# WHAT YOU NEED TO DO
The records shown below are to be repeated exactly and completely.

%%

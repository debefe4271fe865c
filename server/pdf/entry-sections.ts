import { clockWords, countWords, dateWords, durationWords, offsetWords } from '../../shared/charts/words'
import { standstillWords } from '../utils/cover/standstill-words'
import { DISCLAIMER, outageCautions } from '../../shared/record/cautions'
import { happenedAt, isoTime } from '../../shared/record/entry'
import { filesOf } from '../../shared/record/fold'
import { nameOf } from '../../shared/record/select'
import { fullStampWords, signatureDigits } from '../../shared/record/summary-words'
import { told } from '../../shared/record/words'
import { drawMark } from './marks'
import type { RecordPaper } from './record'
import type { Sheet } from './sheet'
import { COLOURS } from './sheet'
import type { Row } from './table'
import { drawTable } from './table'

/** What was put right, asked or did not fit; nothing where all of it is empty. */
export async function drawLooseEnds(sheet: Sheet, { summary }: RecordPaper): Promise<void> {
  const { timeZone } = summary.heading
  const clock = (at: number) => clockWords(isoTime(at), timeZone, true)
  if (summary.questioned.length + summary.refusals.length > 0) {
    sheet.begin('Questioned and refused entries')
    await drawTable(sheet, [{ label: 'No.', width: 30 }, { label: 'Stands', width: 58 }, { label: 'Why', width: 0.5 }, { label: 'Dealt with', width: 0.5 }], [
      ...summary.questioned.map((item): Row => [String(item.seq), 'questioned', item.why.join('; '), item.settled ? `${item.settled.by}, ${clock(item.settled.at)}: ${item.settled.words}` : 'not yet']),
      ...summary.refusals.map((item): Row => [String(item.seq), 'refused', item.reason, 'never entered']),
    ])
  }
  if (summary.corrections.length > 0) {
    sheet.begin('Corrections')
    await drawTable(sheet, [{ label: 'No.', width: 30 }, { label: 'Time', width: 46 }, { label: 'Corrects', width: 0.4 }, { label: 'Now', width: 66 }, { label: 'Reason', width: 0.5 }, { label: 'By', width: 78 }],
      summary.corrections.map((line): Row => [String(line.seq), clock(line.at), line.of ? `No. ${line.of.seq}: ${[line.of.did, line.of.seen].filter(Boolean).join(', ')}` : 'an entry not in this record', line.now, line.reason, line.by]))
  }
  if (summary.questions.length > 0) {
    sheet.begin('Questions')
    await drawTable(sheet, [{ label: 'No.', width: 30 }, { label: 'Question', width: 0.5 }, { label: 'Answer', width: 0.5 }],
      summary.questions.map((line): Row => [String(line.seq), `${line.by}, ${clock(line.at)}: ${line.words}`, line.answer ? `${line.answer.by}, ${clock(line.answer.at)}: ${line.answer.words}` : 'none yet']))
  }
}

/** Every entry of the log, in its order, with what was done, what was seen, by whom, and its signature. */
export async function drawEntries(sheet: Sheet, { state, entries, summary, verified }: RecordPaper): Promise<void> {
  const { timeZone } = summary.heading
  sheet.begin('Every signed entry', 90)
  const rows: Row[] = []
  let day = ''
  for (const stored of entries) {
    const at = happenedAt(stored.entry)
    const today = `${dateWords(isoTime(at), timeZone)}, ${offsetWords(isoTime(at), timeZone)}`
    if (today !== day) rows.push({ across: today })
    day = today
    const { did, seen } = told(state, stored.entry)
    const good = verified.get(stored.seq) === true
    const questioned = stored.standing === 'questioned'
    rows.push([
      String(stored.seq),
      clockWords(isoTime(at), timeZone, true),
      questioned ? { text: did, inset: 11, draw: (x, baseline) => drawMark(sheet.doc, 'questioned', x, baseline) } : did,
      questioned ? [seen, `questioned: ${stored.why.join('; ')}`].filter(Boolean).join(' · ') : seen,
      nameOf(state, stored.entry.by),
      { text: `${good ? 'ok' : 'WRONG'} ${signatureDigits(stored.signature)}`, style: good ? {} : { colour: COLOURS.ink } },
    ])
  }
  await drawTable(sheet, [
    { label: 'No.', width: 26 }, { label: 'Time', width: 44 }, { label: 'What was done', width: 0.58 }, { label: 'Seen', width: 0.42 }, { label: 'By', width: 74 }, { label: 'Signature', width: 68, style: { face: 'mono', size: 7 } },
  ], rows)
}

/** Who signed, with which key; files; and what this paper does and does not show. */
export async function drawProof(sheet: Sheet, paper: RecordPaper): Promise<void> {
  const { state, entries, verified, summary, held, sealHolds } = paper
  const { timeZone } = summary.heading
  sheet.begin('Signers')
  await drawTable(sheet, [{ label: 'Name', width: 0.4 }, { label: 'Role', width: 66 }, { label: 'Device', width: 0.3 }, { label: 'Entries', width: 42, align: 'right' }, { label: 'Public key (Ed25519)', width: 192, style: { face: 'mono', size: 7 } }],
    Object.entries(state.signers).map(([device, signer]): Row => [signer.name, signer.role, signer.deviceName, String(entries.filter(stored => stored.entry.device === device).length), signer.publicKey]))
  const files = entries.flatMap(stored => filesOf(stored.entry).map(file => ({ file, seq: stored.seq, drawing: 'drawing' in stored.entry.body })))
  if (files.length > 0) {
    sheet.begin('Photos and drawings')
    await drawTable(sheet, [{ label: 'No.', width: 30 }, { label: 'What', width: 56 }, { label: 'SHA-256', width: 1, style: { face: 'mono', size: 7 } }, { label: '', width: 60 }],
      files.map(({ file, seq, drawing }): Row => [String(seq), drawing ? 'drawing' : 'photo', file, held.has(file) ? 'held' : 'awaited']))
  }
  sheet.begin('What this paper shows')
  const bad = entries.filter(stored => verified.get(stored.seq) !== true)
  sheet.paragraph(bad.length === 0
    ? `The signature of each of the ${countWords(entries.length, 'entry', 'entries')} was verified against its signer's key while this paper was made. “ok” and the first four and last two digits stand beside each entry.`
    : `The signatures of ${countWords(bad.length, 'entry', 'entries')} do not fit their signer's key: No. ${bad.map(stored => stored.seq).join(', ')}.`)
  const { sealed } = state
  if (sealed) {
    sheet.paragraph(`Sealed ${fullStampWords(sealed.mark.at, timeZone)} by ${nameOf(state, sealed.mark.by)} over ${countWords(sealed.size, 'entry', 'entries')}. ${sealHolds ? 'The root of those entries, worked out anew for this paper, is the one that was sealed.' : 'The root of those entries, worked out anew for this paper, is NOT the one that was sealed.'} Root (RFC 9162):`)
    sheet.paragraph(sealed.root, { style: { face: 'mono', size: 7.5 } })
    sheet.paragraph('A change by anyone without the devices\' private keys would show in the record itself. Whoever owns the database and signs everything anew makes another record with another root: compare this one with the root that was sent out when it was sealed.')
  } else {
    sheet.paragraph('This record is not sealed: it may still grow.')
  }
  if (state.largestSkew && state.largestSkew.ms > 1000) sheet.paragraph(`Times are the devices' own, less their last measured difference from the server; the largest was ${durationWords(state.largestSkew.ms / 1000)}.`)
  sheet.begin('Cautions')
  for (const words of standstillWords(state.snapshot)) sheet.paragraph(words, { after: 3 })
  for (const caution of outageCautions(state)) sheet.paragraph(`${caution.hazard.toUpperCase()}: ${caution.words}`, { after: 3 })
  sheet.paragraph(DISCLAIMER, { style: { face: 'semibold' } })
}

%%

# ANSWER FOR THIS EXERCISE
repository debefe4271fe865c
filename server/pdf/entry-sections.ts
import { clockWords, countWords, dateWords, durationWords, offsetWords } from '../../shared/charts/words'
import { standstillWords } from '../utils/cover/standstill-words'
import { DISCLAIMER, outageCautions } from '../../shared/record/cautions'
import { happenedAt, isoTime } from '../../shared/record/entry'
import { filesOf } from '../../shared/record/fold'
import { nameOf } from '../../shared/record/select'
import { fullStampWords, signatureDigits } from '../../shared/record/summary-words'
import { told } from '../../shared/record/words'
import { drawMark } from './marks'
import type { RecordPaper } from './record'
import type { Sheet } from './sheet'
import { COLOURS } from './sheet'
import type { Row } from './table'
import { drawTable } from './table'

/** What was put right, asked or did not fit; nothing where all of it is empty. */
export async function drawLooseEnds(sheet: Sheet, { summary }: RecordPaper): Promise<void> {
  const { timeZone } = summary.heading
  const clock = (at: number) => clockWords(isoTime(at), timeZone, true)
  if (summary.questioned.length + summary.refusals.length > 0) {
    sheet.begin('Questioned and refused entries')
    await drawTable(sheet, [{ label: 'No.', width: 30 }, { label: 'Stands', width: 58 }, { label: 'Why', width: 0.5 }, { label: 'Dealt with', width: 0.5 }], [
      ...summary.questioned.map((item): Row => [String(item.seq), 'questioned', item.why.join('; '), item.settled ? `${item.settled.by}, ${clock(item.settled.at)}: ${item.settled.words}` : 'not yet']),
      ...summary.refusals.map((item): Row => [String(item.seq), 'refused', item.reason, 'never entered']),
    ])
  }
  if (summary.corrections.length > 0) {
    sheet.begin('Corrections')
    await drawTable(sheet, [{ label: 'No.', width: 30 }, { label: 'Time', width: 46 }, { label: 'Corrects', width: 0.4 }, { label: 'Now', width: 66 }, { label: 'Reason', width: 0.5 }, { label: 'By', width: 78 }],
      summary.corrections.map((line): Row => [String(line.seq), clock(line.at), line.of ? `No. ${line.of.seq}: ${[line.of.did, line.of.seen].filter(Boolean).join(', ')}` : 'an entry not in this record', line.now, line.reason, line.by]))
  }
  if (summary.questions.length > 0) {
    sheet.begin('Questions')
    await drawTable(sheet, [{ label: 'No.', width: 30 }, { label: 'Question', width: 0.5 }, { label: 'Answer', width: 0.5 }],
      summary.questions.map((line): Row => [String(line.seq), `${line.by}, ${clock(line.at)}: ${line.words}`, line.answer ? `${line.answer.by}, ${clock(line.answer.at)}: ${line.answer.words}` : 'none yet']))
  }
}

/** Every entry of the log, in its order, with what was done, what was seen, by whom, and its signature. */
export async function drawEntries(sheet: Sheet, { state, entries, summary, verified }: RecordPaper): Promise<void> {
  const { timeZone } = summary.heading
  sheet.begin('Every signed entry', 90)
  const rows: Row[] = []
  let day = ''
  for (const stored of entries) {
    const at = happenedAt(stored.entry)
    const today = `${dateWords(isoTime(at), timeZone)}, ${offsetWords(isoTime(at), timeZone)}`
    if (today !== day) rows.push({ across: today })
    day = today
    const { did, seen } = told(state, stored.entry)
    const good = verified.get(stored.seq) === true
    const questioned = stored.standing === 'questioned'
    rows.push([
      String(stored.seq),
      clockWords(isoTime(at), timeZone, true),
      questioned ? { text: did, inset: 11, draw: (x, baseline) => drawMark(sheet.doc, 'questioned', x, baseline) } : did,
      questioned ? [seen, `questioned: ${stored.why.join('; ')}`].filter(Boolean).join(' · ') : seen,
      nameOf(state, stored.entry.by),
      { text: `${good ? 'ok' : 'WRONG'} ${signatureDigits(stored.signature)}`, style: good ? {} : { colour: COLOURS.ink } },
    ])
  }
  await drawTable(sheet, [
    { label: 'No.', width: 26 }, { label: 'Time', width: 44 }, { label: 'What was done', width: 0.58 }, { label: 'Seen', width: 0.42 }, { label: 'By', width: 74 }, { label: 'Signature', width: 68, style: { face: 'mono', size: 7 } },
  ], rows)
}

/** Who signed, with which key; files; and what this paper does and does not show. */
export async function drawProof(sheet: Sheet, paper: RecordPaper): Promise<void> {
  const { state, entries, verified, summary, held, sealHolds } = paper
  const { timeZone } = summary.heading
  sheet.begin('Signers')
  await drawTable(sheet, [{ label: 'Name', width: 0.4 }, { label: 'Role', width: 66 }, { label: 'Device', width: 0.3 }, { label: 'Entries', width: 42, align: 'right' }, { label: 'Public key (Ed25519)', width: 192, style: { face: 'mono', size: 7 } }],
    Object.entries(state.signers).map(([device, signer]): Row => [signer.name, signer.role, signer.deviceName, String(entries.filter(stored => stored.entry.device === device).length), signer.publicKey]))
  const files = entries.flatMap(stored => filesOf(stored.entry).map(file => ({ file, seq: stored.seq, drawing: 'drawing' in stored.entry.body })))
  if (files.length > 0) {
    sheet.begin('Photos and drawings')
    await drawTable(sheet, [{ label: 'No.', width: 30 }, { label: 'What', width: 56 }, { label: 'SHA-256', width: 1, style: { face: 'mono', size: 7 } }, { label: '', width: 60 }],
      files.map(({ file, seq, drawing }): Row => [String(seq), drawing ? 'drawing' : 'photo', file, held.has(file) ? 'held' : 'awaited']))
  }
  sheet.begin('What this paper shows')
  const bad = entries.filter(stored => verified.get(stored.seq) !== true)
  sheet.paragraph(bad.length === 0
    ? `The signature of each of the ${countWords(entries.length, 'entry', 'entries')} was verified against its signer's key while this paper was made. “ok” and the first four and last two digits stand beside each entry.`
    : `The signatures of ${countWords(bad.length, 'entry', 'entries')} do not fit their signer's key: No. ${bad.map(stored => stored.seq).join(', ')}.`)
  const { sealed } = state
  if (sealed) {
    sheet.paragraph(`Sealed ${fullStampWords(sealed.mark.at, timeZone)} by ${nameOf(state, sealed.mark.by)} over ${countWords(sealed.size, 'entry', 'entries')}. ${sealHolds ? 'The root of those entries, worked out anew for this paper, is the one that was sealed.' : 'The root of those entries, worked out anew for this paper, is NOT the one that was sealed.'} Root (RFC 9162):`)
    sheet.paragraph(sealed.root, { style: { face: 'mono', size: 7.5 } })
    sheet.paragraph('A change by anyone without the devices\' private keys would show in the record itself. Whoever owns the database and signs everything anew makes another record with another root: compare this one with the root that was sent out when it was sealed.')
  } else {
    sheet.paragraph('This record is not sealed: it may still grow.')
  }
  if (state.largestSkew && state.largestSkew.ms > 1000) sheet.paragraph(`Times are the devices' own, less their last measured difference from the server; the largest was ${durationWords(state.largestSkew.ms / 1000)}.`)
  sheet.begin('Cautions')
  for (const words of standstillWords(state.snapshot)) sheet.paragraph(words, { after: 3 })
  for (const caution of outageCautions(state)) sheet.paragraph(`${caution.hazard.toUpperCase()}: ${caution.words}`, { after: 3 })
  sheet.paragraph(DISCLAIMER, { style: { face: 'semibold' } })
}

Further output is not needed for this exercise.